Stored items

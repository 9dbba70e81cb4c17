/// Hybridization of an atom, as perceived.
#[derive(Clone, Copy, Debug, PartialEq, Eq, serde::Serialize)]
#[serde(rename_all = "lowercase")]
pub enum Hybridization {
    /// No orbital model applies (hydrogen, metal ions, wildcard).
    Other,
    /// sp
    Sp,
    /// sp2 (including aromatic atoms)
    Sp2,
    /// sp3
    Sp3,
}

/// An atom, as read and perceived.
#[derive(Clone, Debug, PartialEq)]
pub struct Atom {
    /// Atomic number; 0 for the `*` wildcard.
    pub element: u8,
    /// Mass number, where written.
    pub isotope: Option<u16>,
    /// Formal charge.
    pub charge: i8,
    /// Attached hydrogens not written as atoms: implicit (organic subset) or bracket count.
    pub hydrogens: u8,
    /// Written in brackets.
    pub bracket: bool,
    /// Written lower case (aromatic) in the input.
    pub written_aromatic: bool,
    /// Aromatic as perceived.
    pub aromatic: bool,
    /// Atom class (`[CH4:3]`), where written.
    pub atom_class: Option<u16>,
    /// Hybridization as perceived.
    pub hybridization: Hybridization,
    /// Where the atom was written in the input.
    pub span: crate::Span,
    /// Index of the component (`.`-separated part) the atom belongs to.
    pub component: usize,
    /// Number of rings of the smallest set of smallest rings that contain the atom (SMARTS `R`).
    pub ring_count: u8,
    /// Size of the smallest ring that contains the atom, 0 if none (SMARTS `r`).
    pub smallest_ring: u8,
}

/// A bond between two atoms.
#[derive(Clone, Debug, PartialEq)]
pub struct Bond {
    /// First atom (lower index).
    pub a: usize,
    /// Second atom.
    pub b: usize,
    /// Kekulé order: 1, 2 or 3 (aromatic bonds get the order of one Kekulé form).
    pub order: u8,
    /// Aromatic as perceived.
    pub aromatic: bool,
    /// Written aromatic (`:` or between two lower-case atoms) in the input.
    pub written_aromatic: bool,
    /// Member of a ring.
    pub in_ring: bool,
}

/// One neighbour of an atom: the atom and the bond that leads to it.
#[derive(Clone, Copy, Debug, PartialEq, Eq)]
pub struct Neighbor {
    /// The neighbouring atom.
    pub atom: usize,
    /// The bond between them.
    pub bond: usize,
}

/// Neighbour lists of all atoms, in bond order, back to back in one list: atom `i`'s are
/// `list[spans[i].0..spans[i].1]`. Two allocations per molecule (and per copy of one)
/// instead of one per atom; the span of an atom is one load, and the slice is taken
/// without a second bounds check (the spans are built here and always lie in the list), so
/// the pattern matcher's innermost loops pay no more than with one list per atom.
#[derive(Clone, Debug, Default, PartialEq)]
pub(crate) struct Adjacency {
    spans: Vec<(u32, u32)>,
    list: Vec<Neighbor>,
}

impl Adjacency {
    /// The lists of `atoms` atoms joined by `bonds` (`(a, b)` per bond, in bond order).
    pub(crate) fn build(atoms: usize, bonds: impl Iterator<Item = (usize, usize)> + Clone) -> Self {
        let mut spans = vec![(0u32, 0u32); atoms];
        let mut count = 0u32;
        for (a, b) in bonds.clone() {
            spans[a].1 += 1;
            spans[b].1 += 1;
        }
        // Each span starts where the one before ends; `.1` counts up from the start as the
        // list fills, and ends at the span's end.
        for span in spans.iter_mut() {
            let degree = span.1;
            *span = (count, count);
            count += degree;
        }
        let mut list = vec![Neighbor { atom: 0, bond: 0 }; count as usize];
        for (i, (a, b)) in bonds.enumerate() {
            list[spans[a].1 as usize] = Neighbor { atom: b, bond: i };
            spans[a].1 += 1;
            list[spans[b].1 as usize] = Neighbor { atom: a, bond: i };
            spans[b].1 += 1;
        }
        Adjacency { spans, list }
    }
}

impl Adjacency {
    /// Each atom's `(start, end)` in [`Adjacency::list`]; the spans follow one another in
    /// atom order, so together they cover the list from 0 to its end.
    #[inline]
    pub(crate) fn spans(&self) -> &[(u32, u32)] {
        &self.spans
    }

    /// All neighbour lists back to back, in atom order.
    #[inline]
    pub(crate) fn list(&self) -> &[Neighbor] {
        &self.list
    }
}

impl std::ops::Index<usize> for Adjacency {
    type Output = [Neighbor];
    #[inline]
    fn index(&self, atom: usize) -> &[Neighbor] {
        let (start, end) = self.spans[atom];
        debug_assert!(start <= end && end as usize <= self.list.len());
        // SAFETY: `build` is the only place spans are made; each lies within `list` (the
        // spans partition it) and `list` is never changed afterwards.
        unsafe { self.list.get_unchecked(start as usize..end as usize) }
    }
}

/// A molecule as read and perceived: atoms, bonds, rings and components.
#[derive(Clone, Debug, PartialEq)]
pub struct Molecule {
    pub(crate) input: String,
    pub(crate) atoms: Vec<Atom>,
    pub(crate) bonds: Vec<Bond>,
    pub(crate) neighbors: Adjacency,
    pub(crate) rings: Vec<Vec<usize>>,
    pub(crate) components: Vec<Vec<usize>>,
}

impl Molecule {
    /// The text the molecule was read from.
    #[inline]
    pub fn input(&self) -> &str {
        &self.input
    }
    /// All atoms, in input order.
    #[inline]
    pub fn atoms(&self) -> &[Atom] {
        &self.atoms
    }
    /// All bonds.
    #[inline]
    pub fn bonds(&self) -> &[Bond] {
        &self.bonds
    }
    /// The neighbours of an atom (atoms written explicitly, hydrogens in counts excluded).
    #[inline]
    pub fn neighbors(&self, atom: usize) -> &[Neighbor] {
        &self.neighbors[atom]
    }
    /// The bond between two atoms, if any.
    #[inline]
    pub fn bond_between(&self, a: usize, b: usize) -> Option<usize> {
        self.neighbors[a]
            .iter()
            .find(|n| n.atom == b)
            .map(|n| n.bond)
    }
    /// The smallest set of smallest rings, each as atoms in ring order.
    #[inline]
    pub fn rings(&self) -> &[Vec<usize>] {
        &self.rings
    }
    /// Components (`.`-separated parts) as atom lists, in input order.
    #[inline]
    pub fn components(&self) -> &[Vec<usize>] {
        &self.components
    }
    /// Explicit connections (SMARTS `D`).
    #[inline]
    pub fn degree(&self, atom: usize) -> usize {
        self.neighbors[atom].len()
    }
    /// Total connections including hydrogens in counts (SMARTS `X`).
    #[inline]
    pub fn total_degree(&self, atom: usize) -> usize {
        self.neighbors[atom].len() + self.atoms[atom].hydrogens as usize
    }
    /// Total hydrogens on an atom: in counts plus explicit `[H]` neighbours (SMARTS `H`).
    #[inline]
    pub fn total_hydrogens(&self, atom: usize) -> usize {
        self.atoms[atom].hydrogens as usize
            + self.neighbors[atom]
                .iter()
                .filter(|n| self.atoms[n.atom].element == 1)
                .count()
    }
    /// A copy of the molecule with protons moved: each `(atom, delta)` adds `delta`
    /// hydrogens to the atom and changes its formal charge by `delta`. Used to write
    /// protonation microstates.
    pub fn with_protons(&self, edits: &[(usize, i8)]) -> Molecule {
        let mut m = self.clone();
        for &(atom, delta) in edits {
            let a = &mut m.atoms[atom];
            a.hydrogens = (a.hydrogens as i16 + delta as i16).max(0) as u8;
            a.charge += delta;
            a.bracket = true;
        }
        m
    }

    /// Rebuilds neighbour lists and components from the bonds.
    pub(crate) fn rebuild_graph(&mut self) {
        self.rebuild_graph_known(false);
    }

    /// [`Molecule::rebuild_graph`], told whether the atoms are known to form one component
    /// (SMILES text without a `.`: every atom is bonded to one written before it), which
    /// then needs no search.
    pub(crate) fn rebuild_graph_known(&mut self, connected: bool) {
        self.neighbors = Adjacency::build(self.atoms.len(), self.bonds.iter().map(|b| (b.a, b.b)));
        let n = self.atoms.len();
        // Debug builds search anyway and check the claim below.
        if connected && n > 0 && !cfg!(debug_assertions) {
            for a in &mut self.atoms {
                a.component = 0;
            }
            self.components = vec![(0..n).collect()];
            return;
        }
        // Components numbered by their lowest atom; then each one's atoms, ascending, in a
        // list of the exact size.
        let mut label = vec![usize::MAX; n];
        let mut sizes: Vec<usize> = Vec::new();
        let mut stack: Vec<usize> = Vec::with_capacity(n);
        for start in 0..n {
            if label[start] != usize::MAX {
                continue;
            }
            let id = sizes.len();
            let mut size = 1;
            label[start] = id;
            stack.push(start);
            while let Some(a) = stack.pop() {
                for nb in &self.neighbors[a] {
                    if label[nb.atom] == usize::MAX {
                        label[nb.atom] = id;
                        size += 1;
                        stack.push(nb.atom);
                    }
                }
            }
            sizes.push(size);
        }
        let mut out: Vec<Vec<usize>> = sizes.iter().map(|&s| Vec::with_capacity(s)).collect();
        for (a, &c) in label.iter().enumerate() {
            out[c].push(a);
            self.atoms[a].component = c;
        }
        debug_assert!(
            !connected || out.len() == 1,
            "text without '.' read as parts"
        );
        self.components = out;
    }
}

...

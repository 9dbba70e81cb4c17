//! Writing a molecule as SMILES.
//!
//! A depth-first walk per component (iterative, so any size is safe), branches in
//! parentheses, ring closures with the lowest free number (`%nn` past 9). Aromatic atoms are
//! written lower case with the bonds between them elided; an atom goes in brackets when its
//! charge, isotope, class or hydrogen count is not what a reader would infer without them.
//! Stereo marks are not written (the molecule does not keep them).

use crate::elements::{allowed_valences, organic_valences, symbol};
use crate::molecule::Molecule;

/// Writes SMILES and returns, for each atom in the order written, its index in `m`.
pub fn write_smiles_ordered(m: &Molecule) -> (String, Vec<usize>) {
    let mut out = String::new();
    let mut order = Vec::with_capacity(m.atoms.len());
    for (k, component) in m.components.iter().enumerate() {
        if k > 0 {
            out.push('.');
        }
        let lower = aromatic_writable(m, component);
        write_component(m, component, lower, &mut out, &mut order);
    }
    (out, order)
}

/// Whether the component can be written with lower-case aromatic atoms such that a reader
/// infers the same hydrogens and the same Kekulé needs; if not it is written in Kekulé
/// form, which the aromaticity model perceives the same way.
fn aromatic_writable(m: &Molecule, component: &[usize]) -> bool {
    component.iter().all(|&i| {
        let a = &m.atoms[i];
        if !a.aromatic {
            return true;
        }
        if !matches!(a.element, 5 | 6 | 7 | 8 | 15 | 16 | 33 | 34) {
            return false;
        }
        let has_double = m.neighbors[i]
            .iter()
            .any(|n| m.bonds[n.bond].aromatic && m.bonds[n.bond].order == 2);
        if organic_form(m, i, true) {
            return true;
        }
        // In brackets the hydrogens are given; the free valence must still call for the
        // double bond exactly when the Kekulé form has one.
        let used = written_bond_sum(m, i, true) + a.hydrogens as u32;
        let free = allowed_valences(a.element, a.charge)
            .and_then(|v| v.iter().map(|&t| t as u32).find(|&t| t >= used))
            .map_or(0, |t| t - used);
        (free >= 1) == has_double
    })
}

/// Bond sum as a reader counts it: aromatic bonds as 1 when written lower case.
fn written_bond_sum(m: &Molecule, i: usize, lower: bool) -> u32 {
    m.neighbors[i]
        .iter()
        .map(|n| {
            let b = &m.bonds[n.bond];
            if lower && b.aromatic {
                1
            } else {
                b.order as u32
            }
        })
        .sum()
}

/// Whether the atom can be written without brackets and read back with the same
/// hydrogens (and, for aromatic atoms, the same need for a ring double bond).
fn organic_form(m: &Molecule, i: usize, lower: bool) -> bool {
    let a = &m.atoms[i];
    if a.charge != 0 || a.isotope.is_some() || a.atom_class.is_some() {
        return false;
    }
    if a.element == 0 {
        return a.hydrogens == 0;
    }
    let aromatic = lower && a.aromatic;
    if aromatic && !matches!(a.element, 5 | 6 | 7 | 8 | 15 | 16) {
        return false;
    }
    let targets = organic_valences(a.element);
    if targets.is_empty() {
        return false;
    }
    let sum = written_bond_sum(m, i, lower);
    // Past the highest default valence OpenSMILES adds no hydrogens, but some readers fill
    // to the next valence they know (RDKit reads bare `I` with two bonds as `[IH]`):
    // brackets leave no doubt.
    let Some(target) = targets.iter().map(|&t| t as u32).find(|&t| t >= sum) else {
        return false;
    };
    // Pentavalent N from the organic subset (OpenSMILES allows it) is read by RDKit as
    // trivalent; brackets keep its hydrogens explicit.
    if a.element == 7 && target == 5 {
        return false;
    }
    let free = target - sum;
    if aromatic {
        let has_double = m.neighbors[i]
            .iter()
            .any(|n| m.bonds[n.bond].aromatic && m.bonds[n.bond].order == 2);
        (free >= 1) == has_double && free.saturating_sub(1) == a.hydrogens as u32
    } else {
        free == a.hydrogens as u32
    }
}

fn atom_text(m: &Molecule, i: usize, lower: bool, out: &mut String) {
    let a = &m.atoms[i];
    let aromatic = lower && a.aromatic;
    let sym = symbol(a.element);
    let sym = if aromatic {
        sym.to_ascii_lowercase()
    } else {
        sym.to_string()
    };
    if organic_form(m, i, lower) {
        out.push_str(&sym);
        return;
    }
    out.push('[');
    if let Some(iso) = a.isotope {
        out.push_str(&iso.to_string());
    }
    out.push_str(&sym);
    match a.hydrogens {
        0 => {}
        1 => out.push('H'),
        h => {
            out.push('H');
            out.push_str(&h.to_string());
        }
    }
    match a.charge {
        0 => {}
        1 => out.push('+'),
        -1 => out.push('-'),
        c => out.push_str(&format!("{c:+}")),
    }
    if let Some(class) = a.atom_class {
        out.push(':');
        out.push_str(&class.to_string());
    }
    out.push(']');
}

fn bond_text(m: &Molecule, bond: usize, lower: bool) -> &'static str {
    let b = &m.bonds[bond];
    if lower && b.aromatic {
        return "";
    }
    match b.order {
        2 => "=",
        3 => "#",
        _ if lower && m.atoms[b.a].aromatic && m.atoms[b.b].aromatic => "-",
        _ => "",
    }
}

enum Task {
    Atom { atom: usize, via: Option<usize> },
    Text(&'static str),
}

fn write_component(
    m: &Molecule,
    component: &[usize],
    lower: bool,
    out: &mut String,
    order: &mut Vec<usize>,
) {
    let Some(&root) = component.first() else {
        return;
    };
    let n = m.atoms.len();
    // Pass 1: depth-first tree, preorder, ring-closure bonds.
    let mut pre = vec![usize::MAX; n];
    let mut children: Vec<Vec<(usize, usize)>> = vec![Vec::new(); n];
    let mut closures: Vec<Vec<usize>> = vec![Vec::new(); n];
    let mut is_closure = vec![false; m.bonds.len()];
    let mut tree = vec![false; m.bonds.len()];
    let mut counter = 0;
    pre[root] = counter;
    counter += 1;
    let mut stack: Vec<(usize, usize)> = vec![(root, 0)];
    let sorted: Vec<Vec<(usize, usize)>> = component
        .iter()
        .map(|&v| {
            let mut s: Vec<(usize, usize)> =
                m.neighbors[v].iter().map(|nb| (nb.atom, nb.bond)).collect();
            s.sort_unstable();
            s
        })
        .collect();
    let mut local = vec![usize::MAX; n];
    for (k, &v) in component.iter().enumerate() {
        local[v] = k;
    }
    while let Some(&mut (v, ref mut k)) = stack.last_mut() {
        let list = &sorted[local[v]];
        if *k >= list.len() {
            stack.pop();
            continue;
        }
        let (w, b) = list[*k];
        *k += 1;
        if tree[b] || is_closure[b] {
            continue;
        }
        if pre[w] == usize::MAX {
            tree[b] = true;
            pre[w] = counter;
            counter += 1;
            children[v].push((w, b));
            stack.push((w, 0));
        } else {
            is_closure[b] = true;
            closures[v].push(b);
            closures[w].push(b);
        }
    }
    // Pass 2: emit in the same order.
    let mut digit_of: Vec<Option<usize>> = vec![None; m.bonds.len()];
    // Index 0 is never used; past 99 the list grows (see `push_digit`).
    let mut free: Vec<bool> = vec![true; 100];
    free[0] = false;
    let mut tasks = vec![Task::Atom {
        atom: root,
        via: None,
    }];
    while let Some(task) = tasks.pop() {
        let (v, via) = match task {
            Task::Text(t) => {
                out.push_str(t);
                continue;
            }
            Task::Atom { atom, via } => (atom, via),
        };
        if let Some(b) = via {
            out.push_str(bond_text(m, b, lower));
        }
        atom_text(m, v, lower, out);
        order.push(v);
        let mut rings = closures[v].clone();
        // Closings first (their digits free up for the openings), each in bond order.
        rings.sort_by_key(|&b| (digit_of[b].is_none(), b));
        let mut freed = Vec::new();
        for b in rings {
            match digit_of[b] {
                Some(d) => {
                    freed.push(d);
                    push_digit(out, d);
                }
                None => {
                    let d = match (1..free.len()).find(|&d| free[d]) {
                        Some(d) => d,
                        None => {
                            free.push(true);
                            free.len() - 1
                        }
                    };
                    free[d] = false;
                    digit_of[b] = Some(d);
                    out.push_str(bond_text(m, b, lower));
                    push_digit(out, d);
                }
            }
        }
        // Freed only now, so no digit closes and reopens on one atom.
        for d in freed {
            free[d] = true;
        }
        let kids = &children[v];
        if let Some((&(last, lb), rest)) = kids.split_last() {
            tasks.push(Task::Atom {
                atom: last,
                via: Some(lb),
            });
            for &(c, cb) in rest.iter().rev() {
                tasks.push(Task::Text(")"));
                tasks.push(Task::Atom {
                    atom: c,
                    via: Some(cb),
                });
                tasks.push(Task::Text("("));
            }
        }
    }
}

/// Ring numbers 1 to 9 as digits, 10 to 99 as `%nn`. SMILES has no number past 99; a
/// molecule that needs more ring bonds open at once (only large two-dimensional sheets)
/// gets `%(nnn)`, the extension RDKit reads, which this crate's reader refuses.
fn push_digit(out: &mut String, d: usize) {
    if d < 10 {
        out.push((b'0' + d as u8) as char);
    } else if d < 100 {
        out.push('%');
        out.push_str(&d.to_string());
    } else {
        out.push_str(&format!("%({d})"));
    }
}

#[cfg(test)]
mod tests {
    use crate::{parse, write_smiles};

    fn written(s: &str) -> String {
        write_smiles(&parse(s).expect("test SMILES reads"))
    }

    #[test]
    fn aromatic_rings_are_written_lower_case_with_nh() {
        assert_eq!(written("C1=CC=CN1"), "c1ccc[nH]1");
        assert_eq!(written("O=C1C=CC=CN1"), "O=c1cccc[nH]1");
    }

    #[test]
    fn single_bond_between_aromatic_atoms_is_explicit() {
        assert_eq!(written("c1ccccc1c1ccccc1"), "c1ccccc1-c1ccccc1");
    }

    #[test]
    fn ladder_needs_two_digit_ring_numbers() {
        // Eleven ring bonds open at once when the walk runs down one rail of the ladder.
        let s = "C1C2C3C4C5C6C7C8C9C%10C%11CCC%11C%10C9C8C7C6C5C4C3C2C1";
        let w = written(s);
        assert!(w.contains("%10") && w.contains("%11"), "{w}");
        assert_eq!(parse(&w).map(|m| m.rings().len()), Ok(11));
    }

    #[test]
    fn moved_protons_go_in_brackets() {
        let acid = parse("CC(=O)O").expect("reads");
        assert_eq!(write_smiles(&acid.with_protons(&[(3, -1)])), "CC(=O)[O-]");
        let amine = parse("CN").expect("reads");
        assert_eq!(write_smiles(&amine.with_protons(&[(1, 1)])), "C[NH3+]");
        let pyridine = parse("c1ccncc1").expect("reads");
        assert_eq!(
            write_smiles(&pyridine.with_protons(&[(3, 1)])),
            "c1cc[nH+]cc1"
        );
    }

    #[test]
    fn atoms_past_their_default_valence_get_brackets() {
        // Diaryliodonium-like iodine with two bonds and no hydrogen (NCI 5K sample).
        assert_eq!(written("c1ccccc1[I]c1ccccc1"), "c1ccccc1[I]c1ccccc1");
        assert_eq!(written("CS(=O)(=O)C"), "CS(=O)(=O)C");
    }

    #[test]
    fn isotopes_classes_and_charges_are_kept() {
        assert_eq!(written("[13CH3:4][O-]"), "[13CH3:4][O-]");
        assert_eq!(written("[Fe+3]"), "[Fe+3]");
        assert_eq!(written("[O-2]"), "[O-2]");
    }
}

Problem statement >> If a line of the entries holds the word "matches", copy it out.

Solution to the problem >>
        if !matches!(a.element, 5 | 6 | 7 | 8 | 15 | 16 | 33 | 34) {
    if aromatic && !matches!(a.element, 5 | 6 | 7 | 8 | 15 | 16) {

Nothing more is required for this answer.